Professor Brian Gilmore Maegraith CMG, MA, MB, BS, DPhil, DSc, FRCP (1907 – 1989)

Professor Brian Gilmore Maegraith CMG, MA, MB, BS, DPhil, DSc, FRCP (1907 – 1989)

Dean of LSTM (1946-1975), LSTM’s Mary Kingsley Medal recipient (1973).

Australian by birth, he served in France and Sierra Leone as a pathologist in the Royal Army Medical Corps, led the Malaria Research Unit at the University of Oxford, held the Deanship of Faculty of Medicine at Oxford, and was appointed to the Chair of Tropical Medicine at LSTM in 1944.

Professor Maegraith foresaw the escalation of air travel and the increasing importance of imported diseases, with people arriving from tropical areas well within the incubation period of potentially dangerous infections - the most important of which was malaria. His classical paper ‘Unde venis’ published in The Lancet (1963) emphasizing the importance of taking a geographical history, is as pertinent today as it was when it was first published.

 
Professor Brian Maegraith welcomes Queen Elizabeth II to LSTM (1954)
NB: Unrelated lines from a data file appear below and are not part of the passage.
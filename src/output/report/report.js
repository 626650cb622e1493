/* roadtally report: zoom, pan, search and info panel for the map; the searchable, sortable,
   paged segment table. Ours, no library, no network. Reads the JSON block #report-data and
   writes only text (textContent), never markup. A URL fragment #find=<id or route> runs a
   search on load. */
(function () {
  "use strict";
  var block = document.getElementById("report-data");
  if (!block) { return; }
  var D = JSON.parse(block.textContent);
  var COL = {};
  D.columns.forEach(function (n, i) { COL[n] = i; });
  var SEGS = D.segments;
  var BASIS = {
    continuous: "permanent counter on the segment",
    short_count: "short count on the segment",
    estimated: "estimated (no count on the segment)"
  };

  function thousands(v) {
    if (v === null || v === undefined || !isFinite(v)) { return "–"; }
    var s = String(Math.round(Math.abs(v)));
    var out = "";
    while (s.length > 3) { out = "," + s.slice(-3) + out; s = s.slice(0, -3); }
    return (v < 0 ? "-" : "") + s + out;
  }
  function fixed(v, d) { return v === null || v === undefined ? "–" : v.toFixed(d); }
  function get(i, name) { return SEGS[i][COL[name]]; }
  function el(tag, text, cls) {
    var e = document.createElement(tag);
    if (text !== undefined && text !== null) { e.textContent = text; }
    if (cls) { e.className = cls; }
    return e;
  }
  function interval(i) {
    var lo = get(i, "aadt_lo95"), hi = get(i, "aadt_hi95");
    return lo === null || hi === null ? "–" : thousands(lo) + " – " + thousands(hi) + " veh/day";
  }
  document.querySelectorAll(".interactive").forEach(function (e) { e.hidden = false; });

  /* ---- map ---- */
  var svg = document.getElementById("map-main");
  var info = document.getElementById("map-info");
  var lines = [];
  var full = null, view = null, upk = 1, pinned = null;
  if (svg) {
    svg.querySelectorAll("#map-lines line").forEach(function (l) {
      lines[+l.getAttribute("data-i")] = l;
    });
    var b = svg.viewBox.baseVal;
    full = { x: b.x, y: b.y, w: b.width, h: b.height };
    view = { x: full.x, y: full.y, w: full.w, h: full.h };
    upk = parseFloat(svg.getAttribute("data-km")) || 1;
    svg.classList.add("live");
  }
  var NS = svg ? svg.namespaceURI : null;

  function zoom() { return full.w / view.w; }
  function setView(v) {
    var w = Math.min(Math.max(v.w, full.w / 400), full.w * 1.5);
    var h = w * full.h / full.w;
    var cx = v.x + v.w / 2, cy = v.y + v.h / 2;
    view = { x: cx - w / 2, y: cy - h / 2, w: w, h: h };
    svg.setAttribute("viewBox", [view.x, view.y, view.w, view.h].map(function (n) { return n.toFixed(3); }).join(" "));
    var z = zoom();
    svg.querySelectorAll("#map-markers circle").forEach(function (c) {
      c.setAttribute("r", ((c.classList.contains("m-cont") ? 4.5 : 3) / z).toFixed(4));
    });
    drawScale();
  }
  function zoomAt(f, cx, cy) {
    setView({ x: cx - (cx - view.x) / f, y: cy - (cy - view.y) / f, w: view.w / f, h: view.h / f });
  }
  function toView(e) {
    var r = svg.getBoundingClientRect();
    return { x: view.x + (e.clientX - r.left) / r.width * view.w, y: view.y + (e.clientY - r.top) / r.height * view.h };
  }
  function drawScale() {
    var g = document.getElementById("map-scale");
    if (!g) { return; }
    var z = zoom();
    var want = 0.2 * view.w / upk, p = Math.pow(10, Math.floor(Math.log10(want)));
    var km = [5, 2, 1].map(function (m) { return m * p; }).filter(function (x) { return x <= want; })[0] || p;
    var len = km * upk, px = 1 / z;
    var x = view.x + 14 * px, y = view.y + view.h - 14 * px;
    while (g.firstChild) { g.removeChild(g.firstChild); }
    function add(tag, attrs, text) {
      var e = document.createElementNS(NS, tag);
      Object.keys(attrs).forEach(function (k) { e.setAttribute(k, attrs[k]); });
      if (text) { e.textContent = text; }
      g.appendChild(e);
    }
    add("rect", { x: x - 6 * px, y: y - 16 * px, width: len + 12 * px, height: 22 * px, fill: "#fff", "fill-opacity": "0.8" });
    add("line", { x1: x, y1: y, x2: x + len, y2: y, stroke: "#222", "stroke-width": 2 });
    add("line", { x1: x, y1: y - 4 * px, x2: x, y2: y, stroke: "#222", "stroke-width": 1 });
    add("line", { x1: x + len, y1: y - 4 * px, x2: x + len, y2: y, stroke: "#222", "stroke-width": 1 });
    add("text", { x: x, y: y - 5 * px, "font-size": 12 * px, fill: "#333" }, km >= 1 ? km + " km" : Math.round(km * 1000) + " m");
  }
  function ends(i) {
    var l = lines[i];
    return l ? ["x1", "y1", "x2", "y2"].map(function (a) { return parseFloat(l.getAttribute(a)); }) : null;
  }
  function highlight(list) {
    var g = document.getElementById("map-sel");
    while (g.firstChild) { g.removeChild(g.firstChild); }
    list.forEach(function (i) {
      var p = ends(i);
      if (!p) { return; }
      [["#111", 8], ["#ffd400", 4]].forEach(function (s) {
        var l = document.createElementNS(NS, "line");
        l.setAttribute("x1", p[0]); l.setAttribute("y1", p[1]);
        l.setAttribute("x2", p[2]); l.setAttribute("y2", p[3]);
        l.setAttribute("stroke", s[0]); l.setAttribute("stroke-width", s[1]);
        l.setAttribute("stroke-linecap", "round");
        l.setAttribute("data-i", i);
        g.appendChild(l);
      });
    });
  }
  function zoomTo(list) {
    var x0 = Infinity, y0 = Infinity, x1 = -Infinity, y1 = -Infinity;
    list.forEach(function (i) {
      var p = ends(i);
      if (!p) { return; }
      x0 = Math.min(x0, p[0], p[2]); x1 = Math.max(x1, p[0], p[2]);
      y0 = Math.min(y0, p[1], p[3]); y1 = Math.max(y1, p[1], p[3]);
    });
    if (!isFinite(x0)) { return; }
    // Room around the match: four times its extent, at least a quarter of the network.
    var w = Math.max(x1 - x0, (y1 - y0) * full.w / full.h) * 4;
    w = Math.max(w, full.w / 4);
    setView({ x: (x0 + x1) / 2 - w / 2, y: (y0 + y1) / 2 - w * full.h / full.w / 2, w: w, h: w * full.h / full.w });
  }
  function row(dl, term, value, key) {
    dl.appendChild(el("dt", term));
    var dd = el("dd", value);
    if (key) { dd.setAttribute("data-f", key); }
    dl.appendChild(dd);
  }
  function showSegment(i) {
    if (!info) { return; }
    info.textContent = "";
    var route = get(i, "route");
    info.appendChild(el("h3", "Segment " + get(i, "segment_id") + (route ? " · " + route : "")));
    var dl = el("dl", null, "figures");
    row(dl, "AADT", thousands(get(i, "aadt")) + " veh/day", "aadt");
    row(dl, "95 % interval", interval(i), "interval");
    row(dl, "Basis", BASIS[get(i, "basis")] || get(i, "basis"), "basis");
    row(dl, "Route", route || "–", "route");
    row(dl, "Class", get(i, "class") || "–", "class");
    row(dl, "Factor group", get(i, "group") || "–", "group");
    var hv = get(i, "heavy_pct");
    row(dl, "Heavy vehicles", hv === null ? "–" : fixed(hv, 1) + " % of AADT", "heavy");
    var k = get(i, "k_factor"), d = get(i, "d_factor");
    row(dl, "K-factor", k === null ? "–" : fixed(k, 4) + " (design hour ÷ AADT)", "k");
    row(dl, "D-factor", d === null ? "–" : fixed(d, 3) + " (heavier direction's share)", "d");
    var len = get(i, "length_km");
    row(dl, "Length", len === null ? "–" : fixed(len, 3) + " km", "length");
    row(dl, "Vehicle-km", len === null ? "–" : thousands(get(i, "aadt") * len) + " veh-km/day", "vkt");
    info.appendChild(dl);
  }
  function showList(title, list) {
    info.textContent = "";
    info.appendChild(el("h3", title));
    var vals = list.map(function (i) { return get(i, "aadt"); }).filter(function (v) { return v !== null; });
    if (vals.length) {
      info.appendChild(el("p", "AADT " + thousands(Math.min.apply(null, vals)) + " to " +
        thousands(Math.max.apply(null, vals)) + " veh/day over " + list.length + " segments. Choose one:"));
    }
    var ul = el("ul", null, "matches");
    list.slice(0, 40).forEach(function (i) {
      var li = el("li");
      var bt = el("button", get(i, "segment_id") + " · " + thousands(get(i, "aadt")) + " veh/day");
      bt.type = "button";
      bt.addEventListener("click", function () { select(i, true); });
      li.appendChild(bt);
      ul.appendChild(li);
    });
    info.appendChild(ul);
    if (list.length > 40) { info.appendChild(el("p", "… and " + (list.length - 40) + " more (see the table below).")); }
  }
  function select(i, zoomIn) {
    pinned = i;
    highlight([i]);
    showSegment(i);
    if (zoomIn) { zoomTo([i]); }
  }
  function search(q) {
    q = (q || "").trim().toLowerCase();
    if (!q || !svg) { return; }
    var id = COL.segment_id, rt = COL.route;
    var exact = [], route = [], part = [];
    SEGS.forEach(function (s, i) {
      var sid = String(s[id]).toLowerCase(), r = String(s[rt] || "").toLowerCase();
      if (sid === q) { exact.push(i); } else if (r === q) { route.push(i); } else if (sid.indexOf(q) >= 0 || r.indexOf(q) >= 0) { part.push(i); }
    });
    if (exact.length) { select(exact[0], true); return; }
    var list = route.length ? route : part;
    if (list.length === 1) { select(list[0], true); return; }
    if (!list.length) {
      pinned = null; highlight([]);
      info.textContent = "";
      info.appendChild(el("p", "No segment id or route matches “" + q + "”."));
      return;
    }
    pinned = null;
    highlight(list);
    zoomTo(list);
    showList((route.length ? "Route " : "Matches for ") + "“" + q + "”: " + list.length + " segments", list);
  }

  if (svg) {
    svg.addEventListener("wheel", function (e) {
      e.preventDefault();
      var p = toView(e);
      zoomAt(e.deltaY < 0 ? 1.25 : 0.8, p.x, p.y);
    }, { passive: false });
    var drag = null;
    svg.addEventListener("pointerdown", function (e) {
      drag = { x: e.clientX, y: e.clientY, vx: view.x, vy: view.y, moved: false, id: e.pointerId };
    });
    svg.addEventListener("pointermove", function (e) {
      if (!drag) { return; }
      var dx = e.clientX - drag.x, dy = e.clientY - drag.y;
      if (!drag.moved && Math.abs(dx) + Math.abs(dy) < 4) { return; }
      if (!drag.moved) { drag.moved = true; svg.setPointerCapture(drag.id); svg.classList.add("dragging"); }
      var r = svg.getBoundingClientRect();
      setView({ x: drag.vx - dx / r.width * view.w, y: drag.vy - dy / r.height * view.h, w: view.w, h: view.h });
    });
    function endDrag() {
      if (drag && drag.moved) { svg.classList.remove("dragging"); }
      setTimeout(function () { drag = null; }, 0);
    }
    svg.addEventListener("pointerup", endDrag);
    svg.addEventListener("pointercancel", endDrag);
    svg.addEventListener("mouseover", function (e) {
      var i = e.target.getAttribute("data-i");
      if (i !== null && pinned === null) { showSegment(+i); }
    });
    svg.addEventListener("click", function (e) {
      if (drag && drag.moved) { return; }
      var i = e.target.getAttribute("data-i");
      if (i !== null) { select(+i, false); } else { pinned = null; highlight([]); }
    });
    var on = function (id, f) { var b = document.getElementById(id); if (b) { b.addEventListener("click", f); } };
    on("map-zoom-in", function () { zoomAt(1.5, view.x + view.w / 2, view.y + view.h / 2); });
    on("map-zoom-out", function () { zoomAt(1 / 1.5, view.x + view.w / 2, view.y + view.h / 2); });
    on("map-reset", function () { setView(full); });
    [["map-show-cont", "hide-cont"], ["map-show-short", "hide-short"]].forEach(function (p) {
      var c = document.getElementById(p[0]);
      if (c) { c.addEventListener("change", function () { svg.classList.toggle(p[1], !c.checked); }); }
    });
    var form = document.getElementById("map-search");
    var input = document.getElementById("map-find");
    if (form && input) {
      form.addEventListener("submit", function (e) { e.preventDefault(); search(input.value); });
    }
    var fromHash = function () {
      var m = /(?:^#|&)find=([^&]*)/.exec(location.hash);
      if (m && input) {
        input.value = decodeURIComponent(m[1]);
        search(input.value);
      }
    };
    window.addEventListener("hashchange", fromHash);
    setView(full);
    fromHash();
  }

  /* ---- segment table ---- */
  var table = document.getElementById("seg-table");
  if (!table) { return; }
  var body = table.querySelector("tbody");
  var filter = document.getElementById("seg-filter");
  var status = document.getElementById("seg-status");
  var PAGE = 50;
  var state = { key: null, dir: 1, page: 0, rows: SEGS.map(function (_, i) { return i; }) };
  var note = document.getElementById("seg-static-note");
  if (note) { note.hidden = true; }
  function cellValues(i) {
    var hv = get(i, "heavy_pct"), k = get(i, "k_factor"), d = get(i, "d_factor"), len = get(i, "length_km");
    return [
      [get(i, "segment_id"), false], [get(i, "route") || "–", false], [get(i, "class") || "–", false],
      [get(i, "group") || "–", false], [get(i, "basis"), false],
      [thousands(get(i, "aadt")), true], [interval(i).replace(" veh/day", ""), true],
      [hv === null ? "–" : fixed(hv, 1), true], [k === null ? "–" : fixed(k, 4), true],
      [d === null ? "–" : fixed(d, 3), true], [len === null ? "–" : fixed(len, 3), true]
    ];
  }
  function render() {
    var n = state.rows.length, pages = Math.max(1, Math.ceil(n / PAGE));
    state.page = Math.min(state.page, pages - 1);
    var start = state.page * PAGE;
    body.textContent = "";
    state.rows.slice(start, start + PAGE).forEach(function (i) {
      var tr = el("tr");
      tr.setAttribute("data-i", i);
      cellValues(i).forEach(function (c) { tr.appendChild(el("td", c[0], c[1] ? "num" : "")); });
      body.appendChild(tr);
    });
    if (status) {
      status.textContent = n === 0 ? "No segment matches." :
        "Segments " + (start + 1) + "–" + Math.min(n, start + PAGE) + " of " + n +
        (n < SEGS.length ? " matching (" + SEGS.length + " in all)" : "") + ", page " + (state.page + 1) + " of " + pages;
    }
  }
  function refilter() {
    var q = filter ? filter.value.trim().toLowerCase() : "";
    var rows = [];
    SEGS.forEach(function (s, i) {
      if (!q) { rows.push(i); return; }
      var text = [s[COL.segment_id], s[COL.route], s[COL["class"]], s[COL.group], s[COL.basis]].join(" ").toLowerCase();
      if (text.indexOf(q) >= 0) { rows.push(i); }
    });
    state.rows = rows;
    sort();
  }
  function sort() {
    if (state.key !== null) {
      var k = COL[state.key], dir = state.dir;
      state.rows.sort(function (a, b) {
        var x = SEGS[a][k], y = SEGS[b][k];
        if (x === y) { return a - b; }
        if (x === null || x === "") { return 1; }
        if (y === null || y === "") { return -1; }
        var c = typeof x === "number" ? x - y : String(x).localeCompare(String(y), "en");
        return c === 0 ? a - b : dir * c;
      });
    }
    render();
  }
  table.querySelectorAll("th[data-key]").forEach(function (th) {
    var bt = el("button", null, "sort");
    while (th.firstChild) { bt.appendChild(th.firstChild); }
    bt.type = "button";
    th.appendChild(bt);
    bt.addEventListener("click", function () {
      var key = th.getAttribute("data-key");
      state.dir = state.key === key ? -state.dir : 1;
      state.key = key;
      table.querySelectorAll("th[data-key]").forEach(function (o) { o.removeAttribute("aria-sort"); });
      th.setAttribute("aria-sort", state.dir > 0 ? "ascending" : "descending");
      state.page = 0;
      sort();
    });
  });
  if (filter) { filter.addEventListener("input", function () { state.page = 0; refilter(); }); }
  var step = function (id, d) {
    var b = document.getElementById(id);
    if (b) { b.addEventListener("click", function () { state.page = Math.max(0, state.page + d); render(); }); }
  };
  step("seg-prev", -1);
  step("seg-next", 1);
  body.addEventListener("click", function (e) {
    var tr = e.target.closest("tr");
    if (!tr || !svg) { return; }
    select(+tr.getAttribute("data-i"), true);
    svg.scrollIntoView({ block: "center" });
  });
  render();
})();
Maegraith helped to establish the Faculty of Tropical Medicine, part of Mahidol University, in Bangkok, Thailand; had close links with universities in Nigeria and Ghana; wrote several books such as Clinical Methods in Tropical Medicine and was a past president of the Royal Society of Tropical Medicine and Hygiene (RSTMH).

LSTM honoured his legacy by the creation of the ‘Maegraith Wing’

In 2008 his papers and personal collection of published material were donated to LSTM’s archive.